В книге рассказывается история главного героя, который сталкивается с различными проблемами и препятствиями на протяжении всего своего путешествия. По пути он встречает множество второстепенных персонажей, которые играют важные роли в истории. Благодаря опыту главного героя книга исследует такие темы, как любовь, потеря, надежда и стойкость. По мере того, как главный герой преодолевает свои трудности, он усваивает ценные уроки жизни и растет как личность.
В книге рассказывается история главного героя, который сталкивается с различными проблемами и препятствиями на протяжении всего своего путешествия. По пути он встречает множество второстепенных персонажей, которые играют важные роли в истории. Благодаря опыту главного героя книга исследует такие темы, как любовь, потеря, надежда и стойкость. По мере того, как главный герой преодолевает свои трудности, он усваивает ценные уроки жизни и растет как личность.
В книгу, составленную Асаром Эппелем, вошли рассказы, посвященные жизни российских евреев. Среди авторов сборника Василий Аксенов, Сергей Довлатов, Людмила Петрушевская, Алексей Варламов, Сергей Юрский… Всех их — при большом разнообразии творческих методов — объединяет пристальное внимание к внутреннему миру человека, тонкое чувство стиля, талант рассказчика.

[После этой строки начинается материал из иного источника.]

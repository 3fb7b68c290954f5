"""Time-stamped annotation lists (EDF+): ``+onset[0x15 duration]0x14 text 0x14 ... 0x00``.

Source: Kemp and Olivan 2003, Clin Neurophysiol 114:1755-1761, and the specification's text.
"""

import re
from collections.abc import Iterator
from dataclasses import dataclass
from fractions import Fraction

#: Times are whole numbers of ticks while records are joined: exact, and quicker than fractions.
#: Decimals beyond the 18th are dropped.
TICK_DECIMALS = 18
TICKS_PER_S: int = 10**TICK_DECIMALS

_STAMP = re.compile(rb"([+-])(\d{1,12})(?:\.(\d*))?(?:\x15(\d{1,12})(?:\.(\d*))?)?\x14")
_MAX_TEXTS = 10_000


@dataclass(frozen=True, slots=True)
class Tal:
    """One list: texts that share an onset.

    Attributes
    ----------
    onset : ticks since the header's start.
    decimals : how many the onset was written with, which bounds its rounding.
    duration : ticks; None where none is given.
    texts : undecoded; the first is empty where the list states its record's own start.
    """

    onset: int
    decimals: int
    duration: int | None
    texts: list[bytes]


def split_tals(part: bytes) -> Iterator[bytes]:
    """Yield what stands between the NULs of one record's annotation signal, first one first.

    The first is yielded even when empty, as it has to state the record's start.
    """
    at, first = 0, True
    end = len(part.rstrip(b"\0"))
    while at < end or first:
        stop = part.find(b"\0", at)
        if stop < 0:
            stop = len(part)
        if stop > at or first:
            yield part[at:stop]
        at, first = stop + 1, False


def parse_tal(raw: bytes) -> Tal | None:
    """Read one list; None when it is malformed."""
    stamp = _STAMP.match(raw)
    if stamp is None or stamp.end() == len(raw) or raw[-1:] != b"\x14":
        return None
    if raw.count(b"\x14") > _MAX_TEXTS:
        return None
    sign, whole, part, length, length_part = stamp.groups()
    onset = _ticks(whole, part)
    return Tal(
        onset=-onset if sign == b"-" else onset,
        decimals=min(len(part), TICK_DECIMALS) if part else 0,
        duration=None if length is None else _ticks(length, length_part),
        texts=raw[stamp.end() : -1].split(b"\x14"),
    )


def decode(text: bytes) -> tuple[str, bool]:
    """Return a text and whether it is UTF-8, as it should be; otherwise it is read as Latin-1."""
    try:
        return text.decode("utf-8"), True
    except UnicodeDecodeError:
        return text.decode("latin-1"), False


def seconds(ticks: int) -> Fraction:
    """Return ticks as exact seconds."""
    return Fraction(ticks, TICKS_PER_S)


def _ticks(whole: bytes, part: bytes | None) -> int:
    kept = part[:TICK_DECIMALS] if part else b""
    return int(whole + kept.ljust(TICK_DECIMALS, b"0"))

Впервые на русском языке выходит самый знаменитый роман ведущего израильского прозаика Меира Шалева. Эта книга о том поколении евреев, которое пришло из России в Палестину и превратило ее пески и болота в цветущую страну, Эрец-Исраэль. В мастерски выстроенном повествовании трагедия переплетена с иронией, русская любовь с горьким еврейским юмором, поэтический миф с грубой правдой тяжелого труда. История обитателей маленькой долины, отвоеванной у природы, вмещает огромный мир страсти и тоски, надежд и страданий, верности и боли.«Русский роман» — третье произведение Шалева, вышедшее в издательстве «Текст», после «Библии сегодня» (2000) и «В доме своем в пустыне…» (2005).
Роман «Свежо предание» — из разряда тех книг, которым пророчили публикацию лишь «через двести-триста лет». На этом параллели с «Жизнью и судьбой» Василия Гроссмана не заканчиваются: с разницей в год — тот же «Новый мир», тот же Твардовский, тот же сейф… Эпопея Гроссмана была напечатана за границей через 19 лет, в России — через 27. Роман И. Грековой увидел свет через 33 года (на родине — через 35 лет), к счастью, при жизни автора. В нем Елена Вентцель, русская женщина с немецкой фамилией, коснулась невозможного, для своего времени непроизносимого: сталинского антисемитизма.